The ISO Standard and the WriteMark do, however, place emphasis in different areas. These differences are worth exploring.

The first area is the document’s ‘purpose’. For the WriteMark, a document needs to have a clear purpose, and its content needs to support that purpose.

Makes sense, right? We know that documents are most effective when they’re written with a clear goal in mind.

The ISO Standard, however, strongly emphasises the purpose of the reader. Writers should identify their reader’s purpose for reading their document, and put their readers’ needs first.

This also makes a lot of sense! Clear plain language documents put their readers first.

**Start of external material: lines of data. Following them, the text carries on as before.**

/** Parts of the dataset page: study header, locality with locator map, networks, versions, audit history, tombstone. */
import { doiUrl } from "@shared/citation";
import { FigureCautions, fmtPFloor, fmtZ, nullLabel } from "../../../components/figures/significance";
import { Link } from "react-router-dom";
import type { DatasetDetail, Locality, NetworkSummary } from "@shared/types/dataset";
import type { AuditEntry } from "@shared/types/network-view";
import { paths } from "../../../config/paths";
import { WorldMap } from "../../../components/charts/world-map";
import { ChartFigure } from "../../../components/charts/chart-figure";
import { interactionTypeColour, interactionTypeLabel } from "../../../components/charts/theme";
import type { DatasetTombstone } from "../api/get-dataset";
import { ValueOrNotRecorded } from "../../../components/metadata/not-recorded";
import { KeywordList } from "../../../components/metadata/keyword-list";

const fmt = (v: number | null | undefined, d = 3) => (v === null || v === undefined || !Number.isFinite(v) ? "—" : v.toFixed(d));
const card = "rounded-lg bg-white p-4 ring-1 ring-stone-200";
const h2 = "text-lg font-bold text-moss-700";

const GENERALISATION: Record<string, string> = {
  exact: "as recorded",
  "0.01": "generalised to 0.01° (about 1 km) to protect the site",
  "0.1": "generalised to 0.1° (about 11 km) to protect the site",
  "1": "generalised to 1° (about 110 km) to protect the site",
};

function coord(v: number | null | undefined, pos: string, neg: string) {
  if (v === null || v === undefined) return "—";
  return `${Math.abs(v)}° ${v >= 0 ? pos : neg}`;
}

export function StudySection({ d }: { d: DatasetDetail }) {
  const md = d.metadata;
  return (
    <section aria-labelledby="study-h" className={card}>
      <h2 id="study-h" className={h2}>
        About this dataset
      </h2>
      <dl className="mt-2 grid gap-x-6 gap-y-3 text-sm md:grid-cols-[12rem_1fr]">
        <dt className="font-semibold text-stone-800">Creators</dt>
        <dd>
          <ul className="space-y-1">
            {md.creators.map((c) => (
              <li key={c.name}>
                {c.name}
                {c.affiliation && <span className="text-stone-700"> — {c.affiliation}</span>}
                {c.orcid && (
                  <>
                    {" "}
                    <a className="text-moss-700 underline" href={`https://orcid.org/${c.orcid.replace(/^https?:\/\/orcid\.org\//, "")}`} rel="noopener">
                      ORCID {c.orcid.replace(/^https?:\/\/orcid\.org\//, "")}
                    </a>
                    {d.verifiedOrcids.includes(c.orcid.replace(/^https?:\/\/orcid\.org\//, "").toUpperCase()) && (
                      <span className="ml-2 rounded bg-moss-50 px-1.5 py-0.5 text-xs font-semibold text-moss-800 ring-1 ring-moss-600" title="A Tanglebank account holding this iD verified it through ORCID's sign-in">
                        ✓ verified
                      </span>
                    )}
                  </>
                )}
              </li>
            ))}
          </ul>
        </dd>
        <dt className="font-semibold text-stone-800">Description</dt>
        <dd className="whitespace-pre-line text-stone-900">{md.description}</dd>
        {md.keywords.length > 0 && (
          <>
            <dt className="font-semibold text-stone-800">Keywords</dt>
            <dd>
              <KeywordList keywords={md.keywords} />
            </dd>
          </>
        )}
        <dt className="font-semibold text-stone-800">Licence</dt>
        <dd>
          <a className="text-moss-700 underline" href={`https://spdx.org/licenses/${md.licence}.html`} rel="noopener license">
            {md.licence}
          </a>
          {md.licence === "CC-BY-4.0" ? " — reuse with attribution (cite below)" : " — public domain dedication; citing is still good practice"}
        </dd>
        {md.publication && (
          <>
            <dt className="font-semibold text-stone-800">Source publication</dt>
            <dd>
              {md.publication.citation}{" "}
              {md.publication.doi && (
                <a className="text-moss-700 underline" href={`https://doi.org/${md.publication.doi}`} rel="noopener">
                  doi:{md.publication.doi}
                </a>
              )}
            </dd>
          </>
        )}
        {md.funding && (
          <>
            <dt className="font-semibold text-stone-800">Funding</dt>
            <dd>{md.funding}</dd>
          </>
        )}
        <dt className="font-semibold text-stone-800">Deposited by</dt>
        <dd>{d.owner.displayName}</dd>
      </dl>
    </section>
  );
}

So which perspective is correct? Successful documents will fulfil both their readers’ and writers’ purposes. They’ll achieve what their author needs them to, while being entirely transparent and practical for readers to use.

The question is whose purpose is front of mind, and when. And that will depend on your document, your audience, and, of course, your own purpose for writing.

We explore this question further in another blog on the Write website:

Comparing the ISO Standard to the Plain Language Act and Write Plain Language Standard

The ISO Standard brings elements together under an umbrella of ‘cohesive’ writing

Another distinction between the ISO Standard and the WriteMark is in the idea that documents are ‘cohesive’.

The third principle of the ISO Standard, ‘understandable’, covers what we often think of as ‘language elements’. This means using familiar words, short and active sentences, concise paragraphs, and a reader-friendly tone.

The ISO Standard then collects these elements, along with the structure and headings from the principle of ‘findable’, under an overall direction to ‘Ensure that the document is cohesive’.

This means, in short, make sure all the parts of the document work together. They have clear and consistent relationships. They all serve a common purpose.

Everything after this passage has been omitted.